→ About this task
The whole listing is to be returned exactly.
- Opening Delimiter -
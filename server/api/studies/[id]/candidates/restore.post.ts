import { candidateSelection } from '#shared/schemas/candidates'
import { restoreCandidates } from '../../../../services/candidate-selection'
import { callerOf, studyOf } from '../../../../utils/caller'
import { validBody } from '../../../../utils/validate'

/** POST /api/studies/:id/candidates/restore: brings deleted rows back to their places. */
export default defineEventHandler(async (event) => {
  const { ids } = await validBody(event, candidateSelection)
  return { items: await restoreCandidates(studyOf(event).id, ids, callerOf(event).account), next: null }
})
- Closing Delimiter -
→ Written solution
filename server/api/studies/[id]/candidates/restore.post.ts
import { candidateSelection } from '#shared/schemas/candidates'
import { restoreCandidates } from '../../../../services/candidate-selection'
import { callerOf, studyOf } from '../../../../utils/caller'
import { validBody } from '../../../../utils/validate'

/** POST /api/studies/:id/candidates/restore: brings deleted rows back to their places. */
export default defineEventHandler(async (event) => {
  const { ids } = await validBody(event, candidateSelection)
  return { items: await restoreCandidates(studyOf(event).id, ids, callerOf(event).account), next: null }
})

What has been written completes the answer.